I only made it to the gym once last week, opting to work outdoors here at home since the weather was pretty perfect. Yesterday, though, the ground was still too wet from the weekend rain, so I went to town.
Even though I used a lot of back, shoulder, arm and leg muscles digging, weeding and hauling dirt, I can feel a difference in my muscles this morning. It's a good feeling, I'm not complaining.
When I got back to the weight-training area, there was one muscle-bound man back there. He looked like Big Bad John – "kinda broad at the shoulders and narrow at the hip, and everybody knew you didn't give no lip to Big John."
Of course I was intimidated, 'cause that's how I roll, but I decided just to be up front about it and admit my insecurities. He was so nice. Very encouraging, everybody's gotta start someplace, free weights are better than machines, blah, blah, blah. We ended up talking about baseball movies and then baseball teams and he even admitted that he's not a complete Yankee hater. But he thinks Jeter is overrated.
I did 75 crunches on the stability ball, with no discomfort at all. I also did two sets of rows, curls and kickbacks with 15-pound dumbbells. Next week I'm going to try three sets, but two just about kills me. I'm definitely out of my comfort zone when I'm finished, and I guess that's the point, right?
I didn't get on the scale this morning. It's not been a good week as far as eating goes, and I just don't feel like feeling crappy about the lack of progress. Again.
South Beach works when you work at it, and I haven't been. I'm not a low-carb kinda gal when you get right down to it.
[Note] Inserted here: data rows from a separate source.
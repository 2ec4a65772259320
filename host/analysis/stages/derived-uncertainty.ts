// Stage: the systematic terms of the figures derived from amplitudes (B, C, amplitudes, Q, gate offset).
//
// Each figure is computed again with the flag width moved by its standard uncertainty (the delay refitted, as the
// analysis would) and with the delay difference moved by its own; the shifts are the figures' systematic terms,
// combined in quadrature with their scatter (GUM, docs/references.md#ref-uncertainty-rounding). The clock moves none
// of them: each is a ratio of times read on the one clock (ω0τ, T0·rate, ω0·ΔT/2). Evaluated on an even subsample of
// ≤ ~4000 periods and passes, plenty for the size of a systematic shift; pure and deterministic.
import type { Rig } from '../../../protocol/rig.ts';
import { fitDamping } from '../damping.ts';
import type { GateDelay } from '../delay-fit.ts';
import { gateOffset, type GateOffset } from '../gate-offset.ts';
import type { SequencedPasses } from '../passes.ts';
import { fitPeriodLaw, type PeriodLawFit } from '../period-law.ts';
import { robustSigma } from '../stats.ts';
import { amplitudeFromTransit, blockHalfAngle } from '../transit-amplitude.ts';
import { fillPeriodAmplitudes } from './amplitudes.ts';
import type { Decay } from './decay.ts';
import type { Periods } from './periods.ts';
import type { Reduction } from './reduction.ts';

const DEG = 180 / Math.PI;

/** One figure's standard uncertainty and its parts (k = 1, the figure's unit). */
export interface FigureU {
  readonly u: number;
  readonly statistics: number;
  readonly flag_width: number;
  readonly delay_difference: number;
}

/** The figures that carry systematic terms (null where the figure itself is null). */
export interface DerivedU {
  readonly B: FigureU | null;
  readonly C: FigureU | null;
  readonly amplitude_start_deg: FigureU | null;
  readonly amplitude_end_deg: FigureU | null;
  readonly median_amplitude_deg: FigureU | null;
  readonly Q: FigureU | null;
  readonly gate_offset_m: FigureU | null;
}

type Figures = Record<keyof DerivedU, number>;

/** What the stage reads. */
export interface DerivedInput {
  readonly rig: Rig | null;
  readonly passes: SequencedPasses;
  readonly periods: Periods;
  readonly reduction: Reduction;
  readonly decay: Decay;
  readonly law: PeriodLawFit | null;
  readonly gate: GateOffset | null;
  readonly delay: GateDelay | null;
  readonly T0: number | null;
}

/** The subsample: every `stride`-th usable period, and every `passStride`-th pass with an amplitude (first, last, median one always). */
interface Sample {
  readonly stride: number;
  readonly passes: number[];
  readonly first: number;
  readonly last: number;
  readonly mid: number;
}

function sampleOf(d: DerivedInput): Sample | null {
  const withAmp: number[] = [];
  for (let c = 0; c < d.reduction.amp.length; c++) if (Number.isFinite(d.reduction.amp[c]!)) withAmp.push(c);
  if (!withAmp.length) return null;
  const ps = Math.max(1, Math.floor(withAmp.length / 4000));
  const med = d.decay.median;
  let mid = withAmp[0]!;
  for (const c of withAmp) if (Math.abs(d.reduction.amp[c]! - med) < Math.abs(d.reduction.amp[mid]! - med)) mid = c;
  return { stride: Math.max(1, Math.floor(d.periods.ends.length / 4000)), passes: withAmp.filter((_, i) => i % ps === 0), first: withAmp[0]!, last: withAmp[withAmp.length - 1]!, mid };
}

/** Every figure with flag width `w` and delay difference `delta`. */
function figuresAt(d: DerivedInput, s: Sample, w: number, delta: number): Figures {
  const { passes: p, periods: per, reduction: red, rig } = d;
  const phiB = blockHalfAngle(w, rig!.length_m);
  const omega0 = (2 * Math.PI) / red.T0mean!;
  const solve = (dl: number) => (c: number) => amplitudeFromTransit(p.transit[c]! + dl, phiB, omega0);
  const amp = new Float64Array(p.t.length).fill(NaN);
  const pAmp = new Float64Array(per.ends.length).fill(NaN);
  const keep = new Uint8Array(per.ends.length);
  for (let k = 0; k < keep.length; k += s.stride) keep[k] = red.keep[k]!;
  fillPeriodAmplitudes(per, p.index, solve(delta), amp, pAmp, s.stride);
  const lawP: number[] = [];
  const lawA: number[] = [];
  for (let k = 0; k < keep.length; k++) if (keep[k]) lawP.push(per.P[k]!), lawA.push(pAmp[k]!);
  const law = fitPeriodLaw(lawP, lawA);
  const one = solve(delta);
  const ts: number[] = [];
  const as: number[] = [];
  const gateAmp = new Float64Array(p.t.length).fill(NaN);
  for (const c of s.passes) {
    const a = one(c);
    ts.push(p.t[c]!), as.push(a), (gateAmp[c] = per.slow[c] ? NaN : a);
  }
  const damping = d.T0 !== null ? fitDamping(ts, as, d.T0, one(s.mid)) : null;
  const gate = gateOffset({ index: p.index, segment: p.segment, t: p.td, amplitude: gateAmp }, omega0, w, rig!.length_m);
  return {
    B: law ? law.B : NaN,
    C: law && law.C !== null ? law.C : NaN,
    amplitude_start_deg: one(s.first) * DEG,
    amplitude_end_deg: one(s.last) * DEG,
    median_amplitude_deg: one(s.mid) * DEG,
    Q: damping ? damping.Q : NaN,
    gate_offset_m: gate ? gate.offset_m : NaN,
  };
}

/** Scatter of one pass's amplitude (rad): second differences in time order remove the decay (var = 6σ²). */
function passScatter(a: readonly number[]): number {
  const d2: number[] = [];
  for (let i = 1; i + 1 < a.length; i++) d2.push(a[i + 1]! - 2 * a[i]! + a[i - 1]!);
  return d2.length > 4 ? robustSigma(d2) / Math.sqrt(6) : NaN;
}

/** The stage: null without a rig, T0 or a calibrated delay. */
export function derivedUncertainty(d: DerivedInput): DerivedU | null {
  const s = d.rig && d.delay && d.reduction.T0mean !== null ? sampleOf(d) : null;
  if (!s || !d.rig || !d.delay) return null;
  const w = d.rig.flag_width_m;
  const dl = d.delay;
  const base = figuresAt(d, s, w, dl.difference_s);
  const byDelay = figuresAt(d, s, w, dl.difference_s + dl.statistical_u_s);
  // A wider flag moves the fitted delay with it (gate-delay.ts), and both move the amplitudes.
  const byWidth = figuresAt(d, s, w + d.rig.flag_width_u_m, dl.difference_s + dl.width_shift_s);
  const aU = passScatter(d.decay.amplitude) * DEG;
  const stat: Figures = {
    B: d.law ? d.law.B_u : NaN,
    C: d.law && d.law.C_u !== null ? d.law.C_u : NaN,
    amplitude_start_deg: aU,
    amplitude_end_deg: aU,
    median_amplitude_deg: (1.25 * aU) / Math.sqrt(Math.max(1, d.decay.amplitude.length)),
    Q: d.decay.Q_u ?? NaN,
    gate_offset_m: d.gate ? d.gate.offset_u_m : NaN,
  };
  const has: Record<keyof DerivedU, boolean> = {
    B: d.law !== null,
    C: d.law !== null && d.law.C !== null,
    amplitude_start_deg: true,
    amplitude_end_deg: true,
    median_amplitude_deg: true,
    Q: d.decay.damping !== null,
    gate_offset_m: d.gate !== null,
  };
  const out = {} as Record<keyof DerivedU, FigureU | null>;
  for (const k of Object.keys(has) as (keyof DerivedU)[]) {
    const term = (a: number, b: number): number => (Number.isFinite(a) && Number.isFinite(b) ? Math.abs(a - b) : 0);
    const parts = { statistics: Number.isFinite(stat[k]) ? stat[k] : 0, flag_width: term(byWidth[k], base[k]), delay_difference: term(byDelay[k], base[k]) };
    out[k] = has[k] ? { u: Math.hypot(parts.statistics, parts.flag_width, parts.delay_difference), ...parts } : null;
  }
  return out;
}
I've been listening to Jeff and Russ a lot lately, and thinking that their philosophy – a wide variety of high-quality whole foods – makes more sense for me. South Beach pretty much follows the same process, but in my mind I'm doing something "bad" whenever I eat a whole-wheat English muffin.
I start work April 1, and my hope is that three days' work per week, along with all the yard and garden activity I'll get here at home plus keeping up with the inside stuff will a) be enough additional activity to jumpstart the weight loss again and b) will take up so much extra time I won't even think about eating.
Because honestly? When I'm at loose ends, I think eating is a perfectly acceptable activity. I wish it weren't so, but it is now and always has been. Where did I learn this? And how do I unlearn it? You'd think I'd have figured it out by now. But if I had, what would I have to write about? Heh.